Originally conceived as a Kapiolani Park attraction to lure trolley riders to the “suburbs” of Waikiki, the original Honolulu Aquarium, as it was then called, was the brainchild of Honolulu Rapid Transit Company director Charles M. Cooke, who donated $8,000 toward the $12,800 construction cost. It opened on March 19, 1904 as the third public aquarium in the United States and one of only a dozen worldwide. Noted author and frequent visitor Jack London called it a “wonderful orgy of color and form.” Admission was a dime for adults and a nickel for children (about $2 and $1 in today’s dollars).

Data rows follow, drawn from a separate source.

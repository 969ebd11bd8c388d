//! What every data source gives the replicate loop: the fixed part of a run ([`Prepared`]:
//! evaluation points and the truth there) and, for replicate r, its training set and the points
//! it evaluates ([`Draw`]), drawn only from the streams of [`crate::rng`].
//!
//! - **Synthetic and twin**: evaluation points drawn once (`eval_seed`, purpose EVAL), a fixed
//!   design once (purpose DESIGN); replicate r draws its training set and fresh responses at
//!   every evaluation point from `(seed, REPLICATE, r)`.
//! - **Table**: the evaluation points are the working rows (the holdout excluded) with their
//!   observed responses; replicate r draws its training rows from `(seed, REPLICATE, r)` and
//!   evaluates the rows it held out.

use std::borrow::Cow;

use ndarray::{Array1, Array2, Axis};

use crate::dataset::noise::{self, NoiseEstimate};
use crate::dataset::{resample, Table};
use crate::decompose::Target;
use crate::dgp::draw_labels;
use crate::error::Error;
use crate::family::Task;
use crate::rng::{purpose, stream};
use crate::scenario::{Design, Plan, Source, SyntheticPlan};

/// Everything fixed across replicates.
#[derive(Debug, Clone)]
pub struct Prepared {
    /// Evaluation inputs `m × p` (a table's working rows).
    pub eval_x: Array2<f64>,
    /// Regression: f at the evaluation points (a table: the observed responses).
    /// Classification: the Bayes class index (a table: the observed label).
    pub eval_truth: Array1<f64>,
    /// σ at the evaluation points (0 for classification and tables).
    pub eval_sd: Array1<f64>,
    /// Classification: class probabilities at the evaluation points (`m × K`, row-major).
    pub eval_probs: Option<Array2<f64>>,
    /// Fixed design: training inputs, f and σ there (f = 0, σ = 0 for classification).
    pub fixed: Option<(Array2<f64>, Array1<f64>, Array1<f64>)>,
    /// Fixed design, classification: class probabilities at the training inputs.
    pub fixed_probs: Option<Array2<f64>>,
    /// Table source: the working rows and the noise estimate on them (regression).
    pub table: Option<TableRun>,
}

/// The table side of a prepared run.
#[derive(Debug, Clone)]
pub struct TableRun {
    /// The working rows (holdout excluded).
    pub work: Table,
    /// The noise-variance estimate on the working rows (regression only).
    pub noise: Option<NoiseEstimate>,
}

impl Prepared {
    /// σ² at the evaluation points.
    pub fn noise_var(&self) -> Vec<f64> {
        self.eval_sd.iter().map(|s| s * s).collect()
    }

    /// Number of evaluation points.
    pub fn points(&self) -> usize {
        self.eval_x.nrows()
    }

    /// The truth the decomposition compares with, borrowing `noise_var` (from
    /// [`Prepared::noise_var`]) and `probs` (the evaluation probabilities, flattened).
    pub fn target<'a>(&'a self, noise_var: &'a [f64], probs: &'a Option<Vec<f64>>) -> Target<'a> {
        match &self.table {
            Some(t) => Target::Observed {
                y: self.eval_truth.as_slice().expect("owned contiguous array"),
                noise: t.noise.map(|n| (n.value, n.stderr)),
            },
            None => Target::Known {
                truth: self.eval_truth.as_slice().expect("owned contiguous array"),
                noise_var,
                probs: probs.as_deref(),
            },
        }
    }

    /// The evaluation probabilities flattened row-major (classification).
    pub fn flat_probs(&self) -> Option<Vec<f64>> {
        self.eval_probs
            .as_ref()
            .map(|p| p.iter().copied().collect())
    }
}

/// Index of the largest value (first on ties).
fn argmax(row: ndarray::ArrayView1<'_, f64>) -> usize {
    let mut best = 0;
    for (i, &v) in row.iter().enumerate() {
        if v > row[best] {
            best = i;
        }
    }
    best
}

/// Prefixes a data error with the scenario file, so it names file and key, and the key's line
/// when the message starts with one (``key `data.truth.formula`: ...``) and the file can be
/// read again.
fn with_file(plan: &Plan, e: Error) -> Error {
    match e {
        Error::Data(m) => {
            let line = m
                .strip_prefix("key `")
                .and_then(|r| r.split_once('`'))
                .and_then(|(key, _)| {
                    // The key itself (`data.truth.formula`), else the table it is in.
                    let key = key.strip_prefix("data.")?;
                    let text = std::fs::read_to_string(&plan.file).ok()?;
                    crate::scenario::data_key_line(&text, key).or_else(|| {
                        let (table, _) = key.rsplit_once('.')?;
                        crate::scenario::data_key_line(&text, table)
                    })
                });
            match line {
                Some(l) => Error::Data(format!("{}:{l}: {m}", plan.file)),
                None => Error::Data(format!("{}: {m}", plan.file)),
            }
        }
        other => other,
    }
}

In 1955, when the aquarium was rebuilt and its name changed to the Waikiki Aquarium, it was the sixth largest aquarium in the country. Now it’s dwarfed by mega aquariums around the world.

 
(from left) A scorpion fish, a nautilus and a vintage aquarium postcard

photos courtesy the waikiki aquarium

 

“We can’t be as big as those aquariums,” says former Director Bruce Carlson, “but we’ve done things they couldn’t do.” These accomplishments include pioneering techniques for cultivating live coral, discovering the reclusive megamouth shark, hatching a chambered nautilus embryo and creating an exhibit of giant clams. Carlson recalls a West Coast researcher who insisted that the clam-world’s bulky behemoths couldn’t be kept alive in an aquarium. “Twenty-six years later our largest weighs 170 pounds,” he says.

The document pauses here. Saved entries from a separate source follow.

/// A finished classification run, kept block by block for jackknife errors of any statistic.
struct Run {
    plan: Plan,
    prep: Prepared,
    blocks: Vec<Acc>,
    summary: ZeroOneSummary,
    /// `points × K` class probabilities at the evaluation points, row-major.
    probs: Vec<f64>,
}

impl Run {
    fn classes(&self) -> usize {
        self.summary.total.shape.classes
    }

    fn points(&self) -> usize {
        self.summary.total.shape.points
    }

    /// True class probabilities at evaluation point `e`.
    fn p_true(&self, e: usize) -> &[f64] {
        let k = self.classes();
        &self.probs[e * k..(e + 1) * k]
    }

    /// Delete-a-block jackknife standard error of any statistic of the folded accumulator.
    fn jackknife(&self, stat: impl Fn(&Acc) -> f64) -> f64 {
        let loo: Vec<f64> = (0..self.blocks.len())
            .map(|b| {
                let rest = self
                    .blocks
                    .iter()
                    .enumerate()
                    .filter(|(i, _)| *i != b)
                    .map(|(_, a)| a);
                stat(&Acc::fold(&ZeroOne, rest).expect("blocks remain"))
            })
            .collect();
        jackknife_se(&loo)
    }
}

/// Parses, plans and runs inline scenario text (0-1 loss), keeping the block accumulators.
fn run_text(src: &str) -> Run {
    let spec = parse(src, "inline.toml").expect("scenario parses");
    let plan = Plan::from_spec(
        &spec,
        src,
        "inline.toml",
        Path::new("."),
        &PlanOptions::default(),
    )
    .expect("plans");
    let prep = runner::prepare(&plan).expect("prepares");
    let ids: Vec<u64> = (0..plan.blocks).collect();
    let done = runner::schedule(&plan, &prep, &ids, THREADS, &runner::NoWatch, &|_, _| {
        Ok(true)
    })
    .expect("runs")
    .done;
    let blocks: Vec<Acc> = done.into_values().map(|b| b.accs[0].clone()).collect();
    let probs: Vec<f64> = prep
        .eval_probs
        .as_ref()
        .expect("class probabilities at the evaluation points")
        .iter()
        .copied()
        .collect();
    let summary = zero_one::summarize(&blocks, &probs).expect("summarizes");
    Run {
        plan,
        prep,
        blocks,
        summary,
        probs,
    }
}

/// Asserts `|estimate − exact| <= Z · se` with a readable message.
fn assert_within(what: &str, estimate: f64, exact: f64, se: f64) {
    assert!(
        se.is_finite() && se >= 0.0,
        "{what}: standard error {se} is not usable"
    );
    let dev = (estimate - exact).abs();
    // Shown with `--nocapture`: every comparison and its z-score.
    println!(
        "{what}: estimate {estimate:.6e}, exact {exact:.6e}, SE {se:.3e}, z = {:+.2}",
        (estimate - exact) / se
    );
    assert!(
        dev <= Z * se,
        "{what}: estimate {estimate:.6} vs exact {exact:.6}: |diff| = {dev:.3e} > {Z} SE = {:.3e}",
        Z * se
    );
}

/// Index of the largest value, smallest index among exact ties (the library's convention for
/// the Bayes class and the main prediction).
fn argmax_first(xs: &[f64]) -> usize {
    let mut best = 0;
    for (i, &x) in xs.iter().enumerate() {
        if x > xs[best] {
            best = i;
        }
    }
    best
}

// ---------------------------------------------------------------------------------------------
// Exact vote distribution of a k-NN classifier on a fixed design
// ---------------------------------------------------------------------------------------------

/// Exact distribution of the k-NN prediction when the labels of the k neighbours (nearest first)
/// are independent categorical draws with class probabilities `neigh[j]` (a fixed design: only
/// the labels are redrawn). The prediction is the class with the most votes; ties go to the class
/// of the nearest neighbour among the tied classes (the family's documented rule).
///
/// Dynamic programme over neighbours: the state is the vote vector together with the order in
/// which the classes were first seen (the tie rule needs nothing more), with its probability.
/// For two classes the vote count is Poisson-binomial (design §7).
fn exact_vote_distribution(neigh: &[&[f64]], k_classes: usize) -> Vec<f64> {
    const UNSEEN: u8 = u8::MAX;
    // key: counts[0..K] ++ first-seen rank[0..K]
    let mut states: HashMap<Vec<u8>, f64> = HashMap::new();
    let mut start = vec![0u8; k_classes];
    start.extend(std::iter::repeat(UNSEEN).take(k_classes));
    states.insert(start, 1.0);
    for p in neigh {
        let mut next: HashMap<Vec<u8>, f64> = HashMap::new();
        for (s, w) in &states {
            for (c, &pc) in p.iter().enumerate() {
                if pc == 0.0 {
                    continue;
                }
                let mut t = s.clone();
                t[c] += 1;
                if t[k_classes + c] == UNSEEN {
                    let seen = t[k_classes..].iter().filter(|&&r| r != UNSEEN).count();
                    t[k_classes + c] = seen as u8;
                }
                *next.entry(t).or_insert(0.0) += w * pc;
            }
        }
        states = next;
    }
    let mut pd = vec![0.0; k_classes];
    for (s, w) in states {
        let top = *s[..k_classes].iter().max().expect("classes");
        let winner = (0..k_classes)
            .filter(|&c| s[c] == top)
            .min_by_key(|&c| s[k_classes + c])
            .expect("a leader");
        pd[winner] += w;
    }
    pd
}

/// The same distribution by enumerating every label sequence (K^k of them), with the tie rule
/// applied literally: walk the neighbours nearest first and take the first whose class is tied.
fn enumerated_vote_distribution(neigh: &[&[f64]], k_classes: usize) -> Vec<f64> {
    let k = neigh.len();
    let total = k_classes.pow(k as u32);
    let mut pd = vec![0.0; k_classes];
    for code in 0..total {
        let mut labels = Vec::with_capacity(k);
        let mut rest = code;
        let mut w = 1.0;
        for p in neigh {
            let c = rest % k_classes;
            rest /= k_classes;
            labels.push(c);
            w *= p[c];
        }
        let mut counts = vec![0usize; k_classes];
        for &c in &labels {
            counts[c] += 1;
        }
        let top = *counts.iter().max().unwrap();
        let winner = labels
            .iter()
            .copied()
            .find(|&c| counts[c] == top)
            .expect("some neighbour is of a tied class");
        pd[winner] += w;
    }
    pd
}

#[test]
fn exact_vote_distribution_dynamic_programme_equals_enumeration() {
    // Self-check of the reference used below (exact identity: both sum the same finite
    // distribution, one by states, one by sequences).
    let mut s = 3u64;
    let mut unif = move || {
        s = s
            .wrapping_mul(6364136223846793005)
            .wrapping_add(1442695040888963407);
        (s >> 11) as f64 / (1u64 << 53) as f64
    };
    for k_classes in 2..=4 {
        for k in 1..=6 {
            let rows: Vec<Vec<f64>> = (0..k)
                .map(|_| {
                    let v: Vec<f64> = (0..k_classes).map(|_| unif() + 0.05).collect();
                    let t: f64 = v.iter().sum();
                    v.iter().map(|x| x / t).collect()
                })
                .collect();
            let refs: Vec<&[f64]> = rows.iter().map(Vec::as_slice).collect();
            let a = exact_vote_distribution(&refs, k_classes);
            let b = enumerated_vote_distribution(&refs, k_classes);
            for c in 0..k_classes {
                assert!(
                    (a[c] - b[c]).abs() < TOL,
                    "K={k_classes} k={k}: {a:?} vs {b:?}"
                );
            }
            assert!((a.iter().sum::<f64>() - 1.0).abs() < TOL);
        }
    }
}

Not that there haven’t been a few mishaps over the past century. Staffers still talk about what they call the Coral Wars, when the docile-by-day brain coral sent out six-inch sweeper tentacles at night to zap and burn a table coral that was growing into its territory. Or the time when “someone released our saltwater crocodile as a malicious prank,” says Carlson, who caught the snarling two-foot-long reptile a few hours later when it washed up on Waikiki Beach. And one aquarist will never forget the day he fell out of his sleeping quarters (on-site lofts made available to student aquarists) and splashed into the shark tank.

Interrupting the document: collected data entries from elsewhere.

#[test]
fn an_interrupted_run_resumes_to_the_uninterrupted_result() {
    let dir = tempfile::tempdir().unwrap();
    let d = dir.path();
    fs::write(d.join("s.toml"), SMALL).unwrap();
    ok(d, &["run", "s.toml", "--out", "full.json", "-q"]);
    let base = [
        "run",
        "s.toml",
        "--threads",
        "2",
        "--checkpoint",
        "ck.json",
        "--out",
        "r.json",
        "-q",
    ];

    let mut stop = base.to_vec();
    stop.extend_from_slice(&["--stop-after-blocks", "3"]);
    let o = lossprism(d, &stop);
    assert_eq!(o.status.code(), Some(3), "{}", stderr(&o));
    assert!(stderr(&o).contains("stopped"), "{}", stderr(&o));
    assert!(!d.join("r.json").exists());
    let ck: Value = serde_json::from_str(&read(d, "ck.json")).unwrap();
    assert_eq!(ck["checkpoint"], true);
    assert_eq!(ck["completed"].as_array().unwrap().len(), 3);

    // a second interruption adds four more blocks to the same checkpoint
    let mut stop = base.to_vec();
    stop.extend_from_slice(&["--stop-after-blocks", "4"]);
    assert_eq!(lossprism(d, &stop).status.code(), Some(3));
    let ck: Value = serde_json::from_str(&read(d, "ck.json")).unwrap();
    assert_eq!(ck["completed"].as_array().unwrap().len(), 7);

    ok(d, &base);
    assert_eq!(read(d, "r.json"), read(d, "full.json"));
    let ck: Value = serde_json::from_str(&read(d, "ck.json")).unwrap();
    assert_eq!(ck["completed"].as_array().unwrap().len(), 14);
    // rerunning a finished checkpoint recomputes nothing and gives the same result
    ok(d, &base);
    assert_eq!(read(d, "r.json"), read(d, "full.json"));

    // a checkpointed shard, interrupted and resumed, writes the same part as a plain shard
    ok(
        d,
        &["run", "s.toml", "--shard", "2/3", "--out", "plain.json"],
    );
    let shard = [
        "run",
        "s.toml",
        "--shard",
        "2/3",
        "--checkpoint",
        "ck2.json",
        "--out",
        "resumed.json",
    ];
    let mut stop = shard.to_vec();
    stop.extend_from_slice(&["--stop-after-blocks", "2"]);
    assert_eq!(lossprism(d, &stop).status.code(), Some(3));
    ok(d, &shard);
    assert_eq!(read(d, "resumed.json"), read(d, "plain.json"));
    // the checkpoint belongs to shard 2/3, not to shard 1/3
    let msg = refused(
        d,
        &[
            "run",
            "s.toml",
            "--shard",
            "1/3",
            "--checkpoint",
            "ck2.json",
            "--out",
            "x.json",
        ],
    );
    assert!(
        msg.contains("shard 2/3") && msg.contains("shard 1/3"),
        "{msg}"
    );
}

#[test]
fn a_stale_checkpoint_from_another_seed_is_refused_and_left_alone() {
    let dir = tempfile::tempdir().unwrap();
    let d = dir.path();
    fs::write(d.join("s.toml"), SMALL).unwrap();
    let o = lossprism(
        d,
        &[
            "run",
            "s.toml",
            "--checkpoint",
            "ck.json",
            "--stop-after-blocks",
            "2",
            "-q",
        ],
    );
    assert_eq!(o.status.code(), Some(3));
    let before = read(d, "ck.json");
    let msg = refused(
        d,
        &[
            "run",
            "s.toml",
            "--seed",
            "4",
            "--checkpoint",
            "ck.json",
            "-q",
        ],
    );
    assert!(
        msg.contains("checkpoint ck.json belongs to another run")
            && msg.contains("seed 3 vs 4")
            && msg.contains("delete it or choose another file"),
        "{msg}"
    );
    assert_eq!(read(d, "ck.json"), before);
    // a file that is not a checkpoint at all
    fs::write(d.join("junk.json"), "{\"hello\": 1}").unwrap();
    let msg = refused(d, &["run", "s.toml", "--checkpoint", "junk.json", "-q"]);
    // lossprism never tells the user to delete a file that is not its checkpoint.
    assert!(
        msg.contains("junk.json")
            && msg.contains("not a checkpoint, so lossprism leaves it alone")
            && !msg.contains("delete"),
        "{msg}"
    );
    // An empty file (made by `touch`) holds nothing to resume or to lose: the run starts
    // afresh and writes its checkpoint there, as `--out` replaces an empty file.
    fs::write(d.join("empty.json"), "").unwrap();
    let o = lossprism(
        d,
        &[
            "run",
            "s.toml",
            "--checkpoint",
            "empty.json",
            "--stop-after-blocks",
            "2",
            "-q",
        ],
    );
    assert_eq!(o.status.code(), Some(3), "{}", stderr(&o));
    assert!(read(d, "empty.json").contains("checkpoint"));
}

#[test]
fn block_accumulator_size_does_not_depend_on_the_number_of_replicates() {
    let dir = tempfile::tempdir().unwrap();
    let d = dir.path();
    let small = SMALL.replace("blocks = 14", "blocks = 4");
    fs::write(d.join("s.toml"), small).unwrap();
    let accs = |r: &str, out: &str| -> Vec<Value> {
        ok(
            d,
            &[
                "run",
                "s.toml",
                "--replicates",
                r,
                "--shard",
                "1/1",
                "--out",
                out,
            ],
        );
        let v: Value = serde_json::from_str(&read(d, out)).unwrap();
        v["completed"]
            .as_array()
            .unwrap()
            .iter()
            .map(|b| b["models"][0].clone())
            .collect()
    };
    let a = accs("40", "r40.json");
    let b = accs("400", "r400.json");
    assert_eq!(a.len(), 4);
    assert_eq!(b.len(), 4);
    let array = |acc: &Value, name: &str| -> String {
        acc["floats"]
            .as_array()
            .unwrap()
            .iter()
            .find(|f| f["name"] == name)
            .unwrap_or_else(|| panic!("array `{name}` missing"))["data"]
            .as_str()
            .unwrap()
            .to_string()
    };
    for (x, y) in a.iter().zip(&b) {
        assert_eq!(x["replicates"], 10);
        assert_eq!(y["replicates"], 100);
        for key in ["mean", "m2", "direct"] {
            assert_eq!(array(x, key).len(), array(y, key).len(), "{key}");
        }
        // 4 grid values × 25 points, 8 bytes per value, base64 (4 characters per 3 bytes)
        assert_eq!(array(x, "mean").len(), (4 * 25 * 8usize).div_ceil(3) * 4);
        assert_eq!(array(x, "direct").len(), (4 * 8usize).div_ceil(3) * 4);
    }
}

#[test]
fn shards_and_checkpoints_carry_the_selection_audit() {
    let dir = tempfile::tempdir().unwrap();
    let d = dir.path();
    fs::write(d.join("a.toml"), format!("{SMALL}\n[audit]\nfolds = 3\n")).unwrap();
    ok(d, &["run", "a.toml", "--out", "full.json", "-q"]);
    let full = read(d, "full.json");
    let v: Value = serde_json::from_str(&full).unwrap();
    assert!(v.get("selection").is_some(), "the audit is in the result");
    assert_eq!(shard_and_merge(d, "a.toml", &[], 3), full);
    let resumed = stop_and_resume(d, &["run", "a.toml", "--out", "r.json", "-q"], "r.json");
    assert_eq!(resumed, full);
}

/// A watch that asks to stop once `after` blocks have finished, counting the replicates it is
/// told about (as the progress bar does).
struct StopAfter {
    after: u64,
    blocks: std::sync::atomic::AtomicU64,
    replicates: std::sync::atomic::AtomicU64,
}

impl lossprism::runner::Watch for StopAfter {
    fn block_done(&self, replicates: u64) {
        use std::sync::atomic::Ordering;
        self.blocks.fetch_add(1, Ordering::SeqCst);
        self.replicates.fetch_add(replicates, Ordering::SeqCst);
    }
    fn stop(&self) -> bool {
        self.blocks.load(std::sync::atomic::Ordering::SeqCst) >= self.after
    }
}

#[test]
fn a_watch_stops_a_checkpointed_job_which_then_resumes_to_the_plain_result() {
    use lossprism::shard::{self, Finish, Job, ScenarioSource};
    use std::sync::atomic::{AtomicU64, Ordering};
    let dir = tempfile::tempdir().unwrap();
    let d = dir.path();
    fs::write(d.join("s.toml"), SMALL).unwrap();
    let source = ScenarioSource::read(Some(&d.join("s.toml"))).unwrap();
    let plan = source.plan(&Default::default()).unwrap();
    let ck = d.join("ck.json");
    let watch = StopAfter {
        after: 3,
        blocks: AtomicU64::new(0),
        replicates: AtomicU64::new(0),
    };
    let job = Job {
        plan: &plan,
        source: &source,
        shard: None,
        checkpoint: Some(&ck),
        stop_after_blocks: None,
        threads: 1,
        watch: &watch,
    };
    // One worker: the watch is asked before every block, so exactly three finish.
    match shard::execute(&job).unwrap() {
        Finish::Stopped {
            new_blocks,
            remaining,
            interrupted,
        } => {
            assert!(interrupted);
            assert_eq!((new_blocks, remaining), (3, 11));
        }
        Finish::Done(_) => panic!("the watch did not stop the job"),
    }
    // SMALL has two replicates per block.
    assert_eq!(watch.replicates.load(Ordering::SeqCst), 6);
    let doc: Value = serde_json::from_str(&read(d, "ck.json")).unwrap();
    assert_eq!(doc["completed"].as_array().unwrap().len(), 3);

    // Resuming reports the three saved blocks first, then computes the other eleven.
    let watch = StopAfter {
        after: u64::MAX,
        blocks: AtomicU64::new(0),
        replicates: AtomicU64::new(0),
    };
    let job = Job {
        watch: &watch,
        ..job
    };
    let done = match shard::execute(&job).unwrap() {
        Finish::Done(done) => done,
        Finish::Stopped { .. } => panic!("the resumed job stopped"),
    };
    assert_eq!(done.resumed, 3);
    assert_eq!(watch.blocks.load(Ordering::SeqCst), 14);
    assert_eq!(watch.replicates.load(Ordering::SeqCst), 28);
    let merged = shard::outcome(&plan, *done, 2).unwrap();
    let plain = lossprism::runner::run(&plan, 1).unwrap();
    assert_eq!(
        lossprism::report::to_json(&lossprism::report::build(&plan, &merged)),
        lossprism::report::to_json(&lossprism::report::build(&plan, &plain))
    );
}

After all these years, you might say that the little Waikiki Aquarium is the ultimate survivor. It’s still around after two World Wars, the Great Depression, Hurricanes Iwa and Iniki, and a host of other upheavals. Now it faces another challenge in the form of two new Oahu aquariums. If an ocean science center is built as part of UH’s research complex at Kakaako, it will probably absorb the Waikiki Aquarium, which has been under UH’s umbrella since 1919. As for the aquarium now under way at Ko Olina, developers are keeping details under wraps and it’s too early to tell

what changes it will bring. Despite these rumblings, the Waikiki Aquarium is planning more innovative and award-winning exhibits, research and educational programs.

Although a century old, this is not your great-grandfather’s aquarium. If you haven’t visited lately, what better excuse than a centurion birthday party? And don’t forget the lei.